> _Data for processing_

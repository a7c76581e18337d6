-- The barcode of a log of links, as a table: one row a bar.
--
-- Columns of the result: dim, first, last, kind, birth, death, opens, closes, in that order of sorting.
-- first and last are positions: windows are 1, 2, 3 …, the join of two neighbours is the half between.
-- Times are plain numbers unless a zone is given.

local thole = require "thole"

local p = thole.params {
    input = { thole.needed, type = "file",
            help = "log of links: delimited text, plain or compressed; - is standard input" },
    out = { "bars.csv", type = "file", help = "file for the bars; .csv or .jsonl" },
    from = { "from", help = "column of one end of a link" },
    to = { "to", help = "column of the other end" },
    start = { "start", help = "column of the time a link begins" },
    finish = { "finish", help = "column of the time it ends; without such a column a link lasts an instant" },
    windows = { type = "file", help = "file of windows, with columns start, finish and perhaps label" },
    length = { type = "duration", help = "length of sliding windows, where no file of windows is given" },
    overlap = { 0, min = 0, max = 0.999999,
            help = "share of a sliding window that the next one has in common with it" },
    radius = { "graph", help = "graph, or the number of hops within which places count as near" },
    dims = { { 0, 1 }, min = 0, max = 7, help = "dimensions: 0 for pieces, 1 for loops, 2 for hollows …" },
    join = { "union", one_of = { "union", "intersection" }, help = "what stands between two windows" },
    zone = { type = "text",
            help = "time zone of the times, as Atlantic/Azores; without it times are plain numbers" },
    faulty = { "stop", one_of = { "stop", "skip" }, help = "what to do at a faulty row" },
}

local radius = p.radius ~= "graph" and math.tointeger(tonumber(p.radius)) or p.radius
if radius ~= "graph" and (math.type(radius) ~= "integer" or radius < 0) then
    error(('radius "%s" is neither graph nor a whole number from 0: give radius=graph, radius=1, …'):format(p.radius), 0)
end
if p.windows and p.length then
    error("both windows and length are given: give a file of windows, or the length of sliding ones", 0)
elseif not (p.windows or p.length) then
    error("no windows: give windows=FILE, or length= and perhaps overlap=", 0)
end

local net = thole.read_contacts(p.input, {
    from = p.from, to = p.to, start = p.start,
    finish = p.finish ~= "finish" and p.finish or nil, -- left out, the column of that name need not be there
    time = not p.zone and "plain" or nil, zone = p.zone, faulty = p.faulty, columns = {},
})
local cuts = p.windows and thole.windows.list(net, p.windows)
    or thole.windows.sliding(net, { length = p.length, overlap = p.overlap })
local bars = net:zigzag { windows = cuts, radius = radius, dims = p.dims, join = p.join }
thole.write(p.out, bars)

local account = net:summary()
if account.skipped > 0 then
    warn(("%d faulty rows were set aside, the first in line %d (%s)"):format(account.skipped,
        account.reasons[1].first_line, account.reasons[1].what))
end
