/* Long networks of few nodes against the judge, run by run: the barcode of a run of windows is the whole
 * barcode, cut to the run and closed where it is cut. What the judge sees of a run are the windows and the
 * events in them alone. */
#include <setjmp.h>
#include <stdarg.h>
#include <stddef.h>
#include <stdint.h>
#include <stdio.h>
#include <stdlib.h>

#include <cmocka.h>

#include "support/plan.h"
#include "support/random_case.h"
#include "support/run_case.h"

enum { NETWORKS = 100, LONGEST_RUN = 12 };

static plan here; /* too large for the stack */

/* Random cases one after the other in time, so that events of one reach into the next. */
static void random_chain(dice *d, plan *out, judge_case *like) {
    int cases = dice_from(d, 6, 20);
    out->nodes = 0;
    out->events = out->windows = 0;
    random_case(d, like);
    like->all_nodes = false; /* what a run does not see would have to be there */
    for (int k = 0; k < cases; k++) {
        judge_case c;
        random_case(d, &c);
        int64_t later = 47 * k; /* after the start of the last window before */
        out->nodes = (uint32_t)c.nodes > out->nodes ? (uint32_t)c.nodes : out->nodes;
        for (int i = 0; i < c.events; i++)
            plan_link(out, (uint32_t)c.event[i].u, (uint32_t)c.event[i].v, c.event[i].start + later,
                      c.event[i].finish + later);
        for (int i = 0; i < c.windows; i++) {
            out->from[out->windows] = c.from[i] + later;
            out->to[out->windows++] = c.to[i] + later;
        }
    }
}

static bool seen(const thole_event *e, int64_t from, int64_t to) {
    return e->from != e->to && e->start < to &&
           (e->finish > from || (e->start == e->finish && e->start == from));
}

/* Windows low .. low + windows - 1 as a case; false when it has more events than a case can hold. */
static bool cut(const plan *p, size_t low, size_t windows, const judge_case *like, judge_case *out) {
    *out = *like;
    out->nodes = (int)p->nodes;
    out->events = 0;
    out->windows = (int)windows;
    for (size_t w = 0; w < windows; w++) {
        out->from[w] = (long)p->from[low + w];
        out->to[w] = (long)p->to[low + w];
    }
    for (size_t i = 0; i < p->events; i++) {
        const thole_event *e = &p->event[i];
        bool any = false;
        for (size_t w = low; w < low + windows; w++)
            any = any || seen(e, p->from[w], p->to[w]);
        if (any && out->events == JUDGE_EVENTS)
            return false;
        if (any)
            out->event[out->events++] =
                (judge_event){(int)e->from, (int)e->to, (long)e->start, (long)e->finish};
    }
    return true;
}

static uint64_t check_run(bars all, size_t low, size_t windows, const judge_case *like, const char *which) {
    static judge_bar want[JUDGE_BARS], got[JUDGE_BARS];
    judge_case c;
    if (!cut(&here, low, windows, like, &c))
        return 0;
    size_t n = judge_barcode(&c, want);
    bars seen_of_all = bars_cut(all, (uint32_t)(2 * low), (uint32_t)(2 * (low + windows - 1)));
    size_t m = seen_of_all.n;
    for (size_t i = 0; i < m && i < JUDGE_BARS; i++)
        got[i] = run_case_bar(seen_of_all.at[i]);
    bars_free(&seen_of_all);
    if (!run_case_same(want, n, got, m)) {
        run_case_print_bars("the judge", want, n);
        run_case_print_bars("the core ", got, m);
        judge_print(&c);
        fail_msg("windows %zu to %zu of %zu; %s", low + 1, low + windows, here.windows, which);
    }
    return 1;
}

static void runs_of_long_networks_agree_with_the_judge(void **state) {
    (void)state;
    static const uint32_t blocks[] = {0, 0, 1, 2, 6, 17};
    uint64_t seed = dice_setting("SEED", 1604), cases = dice_cases(NETWORKS), bars_seen = 0, runs = 0;
    printf("seed %llu, %llu networks\n", (unsigned long long)seed, (unsigned long long)cases);
    for (uint64_t i = 0; i < cases; i++) {
        dice d = {seed + i * UINT64_C(1000003)};
        judge_case like;
        random_chain(&d, &here, &like);
        thole_zigzag_options options = run_case_options(&like, blocks[dice_below(&d, 6)]);
        char which[100];
        snprintf(which, sizeof which, "network %llu of seed %llu, block %u", (unsigned long long)i,
                 (unsigned long long)seed, (unsigned)options.block);
        bars all = plan_bars(&here, options, dice_from(&d, 1, 3));
        for (size_t low = 0; low < here.windows; low += 1 + dice_below(&d, 4)) {
            size_t most = here.windows - low < LONGEST_RUN ? here.windows - low : LONGEST_RUN;
            runs += check_run(all, low, 1 + dice_below(&d, (uint32_t)most), &like, which);
        }
        bars_seen += all.n;
        bars_free(&all);
    }
    printf("%llu bars, %llu runs\n", (unsigned long long)bars_seen, (unsigned long long)runs);
    assert_true(bars_seen > 10 * cases && runs > 10 * cases);
}

int main(void) {
    const struct CMUnitTest tests[] = {cmocka_unit_test(runs_of_long_networks_agree_with_the_judge)};
    return cmocka_run_group_tests(tests, NULL, NULL);
}
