/* Random networks against the judge.
 *
 * CASES multiplies their number, SEED sets where they begin; a case that fails is made smaller while it
 * still fails, and printed. */
#include <setjmp.h>
#include <stdarg.h>
#include <stddef.h>
#include <stdint.h>
#include <stdio.h>

#include <cmocka.h>

#include "support/dice.h"
#include "support/run_case.h"

enum { NETWORKS = 3000 };

static void random_windows(dice *d, judge_case *c, int span) {
    c->windows = dice_from(d, 1, 8);
    int style = dice_from(d, 0, 3);
    for (int i = 0; i < c->windows; i++) {
        if (style == 0) { /* one after the other */
            c->from[i] = i * span / c->windows;
            c->to[i] = c->from[i] + (span / c->windows > 0 ? span / c->windows : 1);
        } else if (style == 1) { /* half overlapping */
            c->from[i] = i * span / (c->windows + 1);
            c->to[i] = c->from[i] + 2 * span / (c->windows + 1) + 1;
        } else { /* gaps, overlaps, windows inside windows, the same one twice */
            c->from[i] = dice_from(d, 0, span);
            c->to[i] = c->from[i] + dice_from(d, 1, style == 2 ? 8 : 30);
        }
    }
    for (int i = 1; i < c->windows; i++) /* by start, then finish */
        for (int k = i; k > 0 && (c->from[k] < c->from[k - 1] || (c->from[k] == c->from[k - 1] && c->to[k] < c->to[k - 1])); k--) {
            long a = c->from[k], b = c->to[k];
            c->from[k] = c->from[k - 1], c->to[k] = c->to[k - 1];
            c->from[k - 1] = a, c->to[k - 1] = b;
        }
}

static void random_case(dice *d, judge_case *c) {
    static const int most_events[] = {8, 25, 60, 110, 200};
    static const int radii[] = {-1, -1, 0, 1, 1, 1, 2, 2, 3};
    static const unsigned dims[] = {1, 2, 3, 3, 7, 7, 7, 4, 6, 15};
    static const int stays[] = {0, 1, 2, 5, 10, 20, 40};
    const int span = 40;
    *c = (judge_case){.nodes = dice_from(d, 3, 9)};
    random_windows(d, c, span);
    int most = most_events[dice_below(d, 5)];
    c->events = dice_from(d, most / 4, most);
    for (int i = 0; i < c->events; i++) {
        judge_event *e = &c->event[i];
        e->u = (int)dice_below(d, (uint32_t)c->nodes);
        e->v = (int)dice_below(d, (uint32_t)c->nodes); /* now and then a self-loop */
        e->start = dice_from(d, 0, span);
        e->finish = e->start + stays[dice_below(d, 7)];
        if (i > 0 && dice_below(d, 4) == 0) { /* a link that returns */
            e->u = c->event[i - 1].v;
            e->v = c->event[i - 1].u;
        }
    }
    c->radius = radii[dice_below(d, 9)];
    c->intersection = dice_below(d, 2) == 1;
    c->all_nodes = dice_below(d, 5) == 0;
    c->dims = dims[dice_below(d, 10)];
    if (c->nodes > 7 && c->dims == 15)
        c->dims = 7;
}

/* What went wrong with a case, or NULL. */
static const char *verdict(const judge_case *c, uint32_t block, int threads, bool show) {
    static judge_bar want[JUDGE_BARS], got[JUDGE_BARS];
    static char text[1200];
    thole_memory memory = {0};
    thole_context context = {.memory = &memory, .threads = threads};
    thole_error error = {.status = THOLE_OK, .text = ""};
    size_t n = judge_barcode(c, want), m = run_case_bars(&context, c, block, got, &error);
    if (m == SIZE_MAX) {
        snprintf(text, sizeof text, "it refuses: %s", error.text);
        return text;
    }
    if (show && !run_case_same(want, n, got, m)) {
        run_case_print_bars("the judge", want, n);
        run_case_print_bars("the core ", got, m);
    }
    if (!run_case_same(want, n, got, m))
        return "the bars differ";
    return atomic_load(&memory.used) != 0 ? "memory is left in use" : NULL;
}

/* Leave out events and windows while the verdict stays bad. */
static void make_smaller(judge_case *c, uint32_t block, int threads) {
    for (bool again = true; again;) {
        again = false;
        for (int i = 0; i < c->events; i++) {
            judge_case less = *c;
            less.event[i] = less.event[--less.events];
            if (verdict(&less, block, threads, false) != NULL) {
                *c = less;
                again = true;
            }
        }
        for (int i = 0; i < c->windows && c->windows > 1; i++) {
            judge_case less = *c;
            for (int k = i; k + 1 < less.windows; k++) {
                less.from[k] = less.from[k + 1];
                less.to[k] = less.to[k + 1];
            }
            less.windows--;
            if (verdict(&less, block, threads, false) != NULL) {
                *c = less;
                again = true;
            }
        }
    }
}

static void random_networks_agree_with_the_judge(void **state) {
    (void)state;
    static const uint32_t blocks[] = {0, 1, 2, 3, 4, 5, 7, 100};
    uint64_t seed = dice_setting("SEED", 20310504), cases = dice_cases(NETWORKS);
    printf("seed %llu, %llu networks\n", (unsigned long long)seed, (unsigned long long)cases);
    uint64_t bars = 0;
    for (uint64_t i = 0; i < cases; i++) {
        dice d = {seed + i * UINT64_C(1000003)};
        judge_case c;
        random_case(&d, &c);
        uint32_t block = blocks[dice_below(&d, 8)];
        int threads = dice_from(&d, 1, 2);
        const char *what = verdict(&c, block, threads, false);
        if (what == NULL) {
            static judge_bar want[JUDGE_BARS];
            bars += judge_barcode(&c, want);
            continue;
        }
        make_smaller(&c, block, threads);
        what = verdict(&c, block, threads, true);
        judge_print(&c);
        fail_msg("case %llu of seed %llu, block %u, threads %d: %s", (unsigned long long)i, (unsigned long long)seed,
                 (unsigned)block, threads, what);
    }
    printf("%llu bars\n", (unsigned long long)bars);
    assert_true(bars > cases); /* the cases say something */
}

/* ---- the judge itself, against what a hand can work out -------------------------------- */

static void expect(const judge_case *c, size_t n, const judge_bar *bars) {
    judge_bar got[JUDGE_BARS];
    size_t m = judge_barcode(c, got);
    if (!run_case_same(bars, n, got, m)) {
        run_case_print_bars("by hand  ", bars, n);
        run_case_print_bars("the judge", got, m);
        fail_msg("the judge is wrong");
    }
    const char *what = verdict(c, 0, 1, true);
    if (what != NULL)
        fail_msg("%s", what);
}

/* Two places linked in windows 1 and 3, not in 2. Each link makes a component of its own: it is there in its window and
 * the join beside it, and nothing connects it to the other. */
static void a_link_that_returns(void **state) {
    (void)state;
    judge_case c = {.nodes = 2, .events = 2, .windows = 3, .event = {{0, 1, 0, 1}, {0, 1, 2, 3}}, .from = {0, 1, 2}, .to = {1, 2, 3},
                    .radius = 1, .dims = 3};
    expect(&c, 2, (judge_bar[]){{0, 0, 1, false, false}, {0, 3, 4, false, false}});
}

/* A square of four links whose last comes in window 2 and leaves in 3: before and after, a path. Its loop is there from the join
 * that adds the link (position 1) to the join that still has it (position 3). */
static void a_square_that_opens_and_closes(void **state) {
    (void)state;
    judge_case c = {.nodes = 4, .events = 4, .windows = 3, .event = {{0, 1, 0, 3}, {1, 2, 0, 3}, {2, 3, 0, 3}, {3, 0, 1, 2}},
                    .from = {0, 1, 2}, .to = {1, 2, 3}, .radius = 1, .dims = 3};
    expect(&c, 2, (judge_bar[]){{0, 0, 4, false, false}, {1, 1, 3, false, false}});
}

/* A triangle is a loop of the graph and filled at radius 1. */
static void a_triangle(void **state) {
    (void)state;
    judge_case c = {.nodes = 3, .events = 3, .windows = 1, .event = {{0, 1, 0, 1}, {1, 2, 0, 1}, {2, 0, 0, 1}}, .from = {0}, .to = {1},
                    .radius = -1, .dims = 3};
    expect(&c, 2, (judge_bar[]){{0, 0, 0, false, false}, {1, 0, 0, false, false}});
    c.radius = 1;
    expect(&c, 1, (judge_bar[]){{0, 0, 0, false, false}});
}

/* Two links with a place in common, the middle one gone in window 2: 0-1-2-3 falls apart into 0-1 and 2-3 and joins again.
 * One component lasts throughout; the other part is there only while the middle link is not: born by its deletion at position
 * 2, killed by its addition at 3: open at both ends, at position 2 alone. */
static void two_parts_for_a_while(void **state) {
    (void)state;
    judge_case c = {.nodes = 4, .events = 4, .windows = 3, .event = {{0, 1, 0, 3}, {2, 3, 0, 3}, {1, 2, 0, 1}, {1, 2, 2, 3}},
                    .from = {0, 1, 2}, .to = {1, 2, 3}, .radius = 1, .dims = 1};
    expect(&c, 2, (judge_bar[]){{0, 0, 4, false, false}, {0, 2, 2, true, true}});
}

/* A loop killed by its chord: a square in window 1, both triangles filled from window 2 on at radius 1. The chord comes with
 * the join: closed at its birth (there from the start), open at its death. */
static void a_loop_that_is_filled(void **state) {
    (void)state;
    judge_case c = {.nodes = 4, .events = 5, .windows = 2, .event = {{0, 1, 0, 2}, {1, 2, 0, 2}, {2, 3, 0, 2}, {3, 0, 0, 2}, {0, 2, 1, 2}},
                    .from = {0, 1}, .to = {1, 2}, .radius = 1, .dims = 2};
    expect(&c, 1, (judge_bar[]){{1, 0, 0, false, true}});
}

/* At an intersection join only what both windows share is left. The two windows share the link 0-1 only: 2 is in window 1
 * through 1-2 and in window 2 through 0-2, but at the join it has no link, so it is not there. The loop of neither closes. */
static void an_intersection(void **state) {
    (void)state;
    judge_case c = {.nodes = 3, .events = 3, .windows = 2, .event = {{0, 1, 0, 2}, {1, 2, 0, 1}, {0, 2, 1, 2}}, .from = {0, 1}, .to = {1, 2},
                    .radius = -1, .dims = 3, .intersection = true};
    expect(&c, 1, (judge_bar[]){{0, 0, 2, false, false}});
    c.all_nodes = true; /* now 2 is a part of its own at the join: there by a deletion, gone by an addition */
    expect(&c, 2, (judge_bar[]){{0, 0, 2, false, false}, {0, 1, 1, true, true}});
}

int main(void) {
    const struct CMUnitTest tests[] = {
        cmocka_unit_test(a_link_that_returns),   cmocka_unit_test(a_square_that_opens_and_closes),
        cmocka_unit_test(a_triangle),            cmocka_unit_test(two_parts_for_a_while),
        cmocka_unit_test(a_loop_that_is_filled), cmocka_unit_test(an_intersection),
        cmocka_unit_test(random_networks_agree_with_the_judge),
    };
    return cmocka_run_group_tests(tests, NULL, NULL);
}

> _Exercise details_
In the material above, show every line where the word "struct" turns up.

> _Output of the task_
    const struct CMUnitTest tests[] = {cmocka_unit_test(runs_of_long_networks_agree_with_the_judge)};
    const struct CMUnitTest tests[] = {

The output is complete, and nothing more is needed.